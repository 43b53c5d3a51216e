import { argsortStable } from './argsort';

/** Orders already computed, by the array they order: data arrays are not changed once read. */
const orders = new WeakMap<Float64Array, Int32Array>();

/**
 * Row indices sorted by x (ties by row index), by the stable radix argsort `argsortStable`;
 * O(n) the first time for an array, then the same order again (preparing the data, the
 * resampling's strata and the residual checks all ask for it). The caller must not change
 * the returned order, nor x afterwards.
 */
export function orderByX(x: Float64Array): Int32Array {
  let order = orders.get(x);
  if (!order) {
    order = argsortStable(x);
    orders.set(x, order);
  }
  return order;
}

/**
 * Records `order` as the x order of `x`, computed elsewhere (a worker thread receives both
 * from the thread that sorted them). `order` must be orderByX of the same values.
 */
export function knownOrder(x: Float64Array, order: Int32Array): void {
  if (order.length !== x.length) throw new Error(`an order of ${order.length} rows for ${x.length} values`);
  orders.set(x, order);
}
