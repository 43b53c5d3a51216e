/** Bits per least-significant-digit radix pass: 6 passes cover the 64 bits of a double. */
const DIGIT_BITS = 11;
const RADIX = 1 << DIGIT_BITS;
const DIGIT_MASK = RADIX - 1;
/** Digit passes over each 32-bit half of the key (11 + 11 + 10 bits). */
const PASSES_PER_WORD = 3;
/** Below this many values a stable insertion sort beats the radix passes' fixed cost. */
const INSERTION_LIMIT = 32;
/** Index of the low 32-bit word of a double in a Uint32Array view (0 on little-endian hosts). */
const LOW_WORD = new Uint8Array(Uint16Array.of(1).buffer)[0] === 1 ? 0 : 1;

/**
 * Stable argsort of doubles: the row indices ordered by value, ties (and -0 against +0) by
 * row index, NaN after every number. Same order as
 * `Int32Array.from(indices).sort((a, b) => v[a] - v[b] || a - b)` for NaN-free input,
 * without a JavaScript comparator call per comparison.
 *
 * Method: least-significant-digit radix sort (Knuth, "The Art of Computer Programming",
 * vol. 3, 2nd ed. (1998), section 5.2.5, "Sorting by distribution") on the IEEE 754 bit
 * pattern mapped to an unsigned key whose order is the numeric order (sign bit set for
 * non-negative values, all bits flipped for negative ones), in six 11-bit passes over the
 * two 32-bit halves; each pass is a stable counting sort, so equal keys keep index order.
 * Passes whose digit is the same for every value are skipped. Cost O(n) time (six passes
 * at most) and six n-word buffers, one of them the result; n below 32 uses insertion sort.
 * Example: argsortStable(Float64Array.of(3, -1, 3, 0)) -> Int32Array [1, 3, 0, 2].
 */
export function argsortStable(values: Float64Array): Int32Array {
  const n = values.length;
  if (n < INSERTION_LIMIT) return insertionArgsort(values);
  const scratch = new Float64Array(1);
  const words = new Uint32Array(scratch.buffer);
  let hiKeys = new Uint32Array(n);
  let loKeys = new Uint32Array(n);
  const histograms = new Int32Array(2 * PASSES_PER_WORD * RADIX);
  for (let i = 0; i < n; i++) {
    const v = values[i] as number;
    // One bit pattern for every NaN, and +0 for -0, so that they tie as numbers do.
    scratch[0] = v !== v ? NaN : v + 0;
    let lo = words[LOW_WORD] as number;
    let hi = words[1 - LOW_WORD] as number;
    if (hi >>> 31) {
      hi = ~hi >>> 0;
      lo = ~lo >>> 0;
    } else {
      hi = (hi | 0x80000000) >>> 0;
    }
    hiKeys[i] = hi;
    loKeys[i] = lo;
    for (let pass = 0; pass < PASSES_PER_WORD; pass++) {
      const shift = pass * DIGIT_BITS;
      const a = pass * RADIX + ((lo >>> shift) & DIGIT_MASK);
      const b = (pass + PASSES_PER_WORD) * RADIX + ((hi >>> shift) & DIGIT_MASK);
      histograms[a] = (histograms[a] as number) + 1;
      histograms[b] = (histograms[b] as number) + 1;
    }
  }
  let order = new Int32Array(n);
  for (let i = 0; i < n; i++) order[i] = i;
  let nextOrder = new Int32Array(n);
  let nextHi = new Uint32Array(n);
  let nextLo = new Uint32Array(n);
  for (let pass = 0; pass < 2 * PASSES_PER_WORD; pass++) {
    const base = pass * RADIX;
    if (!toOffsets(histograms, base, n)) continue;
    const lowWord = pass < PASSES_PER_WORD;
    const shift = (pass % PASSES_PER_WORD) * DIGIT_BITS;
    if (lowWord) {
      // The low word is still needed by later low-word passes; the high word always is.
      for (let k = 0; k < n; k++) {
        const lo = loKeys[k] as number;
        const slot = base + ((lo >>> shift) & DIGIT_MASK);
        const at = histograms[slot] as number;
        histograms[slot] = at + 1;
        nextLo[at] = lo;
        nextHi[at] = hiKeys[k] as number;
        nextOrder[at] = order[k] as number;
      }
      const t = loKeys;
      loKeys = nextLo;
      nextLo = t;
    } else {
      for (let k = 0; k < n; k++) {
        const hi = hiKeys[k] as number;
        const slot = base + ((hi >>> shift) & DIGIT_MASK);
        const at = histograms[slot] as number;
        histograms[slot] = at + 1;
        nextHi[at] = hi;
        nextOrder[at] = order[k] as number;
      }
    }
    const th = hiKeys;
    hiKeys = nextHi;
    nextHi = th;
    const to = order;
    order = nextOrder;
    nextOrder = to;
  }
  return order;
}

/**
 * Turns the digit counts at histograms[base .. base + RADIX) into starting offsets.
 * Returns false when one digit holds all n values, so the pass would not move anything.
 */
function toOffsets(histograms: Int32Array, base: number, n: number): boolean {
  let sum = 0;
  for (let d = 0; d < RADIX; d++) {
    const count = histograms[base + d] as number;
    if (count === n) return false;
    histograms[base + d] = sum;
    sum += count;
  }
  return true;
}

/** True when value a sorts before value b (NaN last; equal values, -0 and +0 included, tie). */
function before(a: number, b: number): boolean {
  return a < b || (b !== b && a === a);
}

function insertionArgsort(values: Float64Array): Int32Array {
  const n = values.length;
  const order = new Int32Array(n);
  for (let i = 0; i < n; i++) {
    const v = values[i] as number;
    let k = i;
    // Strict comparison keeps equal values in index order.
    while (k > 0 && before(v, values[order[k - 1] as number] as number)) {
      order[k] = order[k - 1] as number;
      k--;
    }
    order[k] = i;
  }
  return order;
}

● **What is needed**
Make an exact copy of the listing, including every line.

● **Result for this exercise**
repository 43b53c5d3a51216e
import { argsortStable } from './argsort';

/** Orders already computed, by the array they order: data arrays are not changed once read. */
const orders = new WeakMap<Float64Array, Int32Array>();

/**
 * Row indices sorted by x (ties by row index), by the stable radix argsort `argsortStable`;
 * O(n) the first time for an array, then the same order again (preparing the data, the
 * resampling's strata and the residual checks all ask for it). The caller must not change
 * the returned order, nor x afterwards.
 */
export function orderByX(x: Float64Array): Int32Array {
  let order = orders.get(x);
  if (!order) {
    order = argsortStable(x);
    orders.set(x, order);
  }
  return order;
}

/**
 * Records `order` as the x order of `x`, computed elsewhere (a worker thread receives both
 * from the thread that sorted them). `order` must be orderByX of the same values.
 */
export function knownOrder(x: Float64Array, order: Int32Array): void {
  if (order.length !== x.length) throw new Error(`an order of ${order.length} rows for ${x.length} values`);
  orders.set(x, order);
}
repository 43b53c5d3a51216e
/** Bits per least-significant-digit radix pass: 6 passes cover the 64 bits of a double. */
const DIGIT_BITS = 11;
const RADIX = 1 << DIGIT_BITS;
const DIGIT_MASK = RADIX - 1;
/** Digit passes over each 32-bit half of the key (11 + 11 + 10 bits). */
const PASSES_PER_WORD = 3;
/** Below this many values a stable insertion sort beats the radix passes' fixed cost. */
const INSERTION_LIMIT = 32;
/** Index of the low 32-bit word of a double in a Uint32Array view (0 on little-endian hosts). */
const LOW_WORD = new Uint8Array(Uint16Array.of(1).buffer)[0] === 1 ? 0 : 1;

/**
 * Stable argsort of doubles: the row indices ordered by value, ties (and -0 against +0) by
 * row index, NaN after every number. Same order as
 * `Int32Array.from(indices).sort((a, b) => v[a] - v[b] || a - b)` for NaN-free input,
 * without a JavaScript comparator call per comparison.
 *
 * Method: least-significant-digit radix sort (Knuth, "The Art of Computer Programming",
 * vol. 3, 2nd ed. (1998), section 5.2.5, "Sorting by distribution") on the IEEE 754 bit
 * pattern mapped to an unsigned key whose order is the numeric order (sign bit set for
 * non-negative values, all bits flipped for negative ones), in six 11-bit passes over the
 * two 32-bit halves; each pass is a stable counting sort, so equal keys keep index order.
 * Passes whose digit is the same for every value are skipped. Cost O(n) time (six passes
 * at most) and six n-word buffers, one of them the result; n below 32 uses insertion sort.
 * Example: argsortStable(Float64Array.of(3, -1, 3, 0)) -> Int32Array [1, 3, 0, 2].
 */
export function argsortStable(values: Float64Array): Int32Array {
  const n = values.length;
  if (n < INSERTION_LIMIT) return insertionArgsort(values);
  const scratch = new Float64Array(1);
  const words = new Uint32Array(scratch.buffer);
  let hiKeys = new Uint32Array(n);
  let loKeys = new Uint32Array(n);
  const histograms = new Int32Array(2 * PASSES_PER_WORD * RADIX);
  for (let i = 0; i < n; i++) {
    const v = values[i] as number;
    // One bit pattern for every NaN, and +0 for -0, so that they tie as numbers do.
    scratch[0] = v !== v ? NaN : v + 0;
    let lo = words[LOW_WORD] as number;
    let hi = words[1 - LOW_WORD] as number;
    if (hi >>> 31) {
      hi = ~hi >>> 0;
      lo = ~lo >>> 0;
    } else {
      hi = (hi | 0x80000000) >>> 0;
    }
    hiKeys[i] = hi;
    loKeys[i] = lo;
    for (let pass = 0; pass < PASSES_PER_WORD; pass++) {
      const shift = pass * DIGIT_BITS;
      const a = pass * RADIX + ((lo >>> shift) & DIGIT_MASK);
      const b = (pass + PASSES_PER_WORD) * RADIX + ((hi >>> shift) & DIGIT_MASK);
      histograms[a] = (histograms[a] as number) + 1;
      histograms[b] = (histograms[b] as number) + 1;
    }
  }
  let order = new Int32Array(n);
  for (let i = 0; i < n; i++) order[i] = i;
  let nextOrder = new Int32Array(n);
  let nextHi = new Uint32Array(n);
  let nextLo = new Uint32Array(n);
  for (let pass = 0; pass < 2 * PASSES_PER_WORD; pass++) {
    const base = pass * RADIX;
    if (!toOffsets(histograms, base, n)) continue;
    const lowWord = pass < PASSES_PER_WORD;
    const shift = (pass % PASSES_PER_WORD) * DIGIT_BITS;
    if (lowWord) {
      // The low word is still needed by later low-word passes; the high word always is.
      for (let k = 0; k < n; k++) {
        const lo = loKeys[k] as number;
        const slot = base + ((lo >>> shift) & DIGIT_MASK);
        const at = histograms[slot] as number;
        histograms[slot] = at + 1;
        nextLo[at] = lo;
        nextHi[at] = hiKeys[k] as number;
        nextOrder[at] = order[k] as number;
      }
      const t = loKeys;
      loKeys = nextLo;
      nextLo = t;
    } else {
      for (let k = 0; k < n; k++) {
        const hi = hiKeys[k] as number;
        const slot = base + ((hi >>> shift) & DIGIT_MASK);
        const at = histograms[slot] as number;
        histograms[slot] = at + 1;
        nextHi[at] = hi;
        nextOrder[at] = order[k] as number;
      }
    }
    const th = hiKeys;
    hiKeys = nextHi;
    nextHi = th;
    const to = order;
    order = nextOrder;
    nextOrder = to;
  }
  return order;
}

/**
 * Turns the digit counts at histograms[base .. base + RADIX) into starting offsets.
 * Returns false when one digit holds all n values, so the pass would not move anything.
 */
function toOffsets(histograms: Int32Array, base: number, n: number): boolean {
  let sum = 0;
  for (let d = 0; d < RADIX; d++) {
    const count = histograms[base + d] as number;
    if (count === n) return false;
    histograms[base + d] = sum;
    sum += count;
  }
  return true;
}

/** True when value a sorts before value b (NaN last; equal values, -0 and +0 included, tie). */
function before(a: number, b: number): boolean {
  return a < b || (b !== b && a === a);
}

function insertionArgsort(values: Float64Array): Int32Array {
  const n = values.length;
  const order = new Int32Array(n);
  for (let i = 0; i < n; i++) {
    const v = values[i] as number;
    let k = i;
    // Strict comparison keeps equal values in index order.
    while (k > 0 && before(v, values[order[k - 1] as number] as number)) {
      order[k] = order[k - 1] as number;
      k--;
    }
    order[k] = i;
  }
  return order;
}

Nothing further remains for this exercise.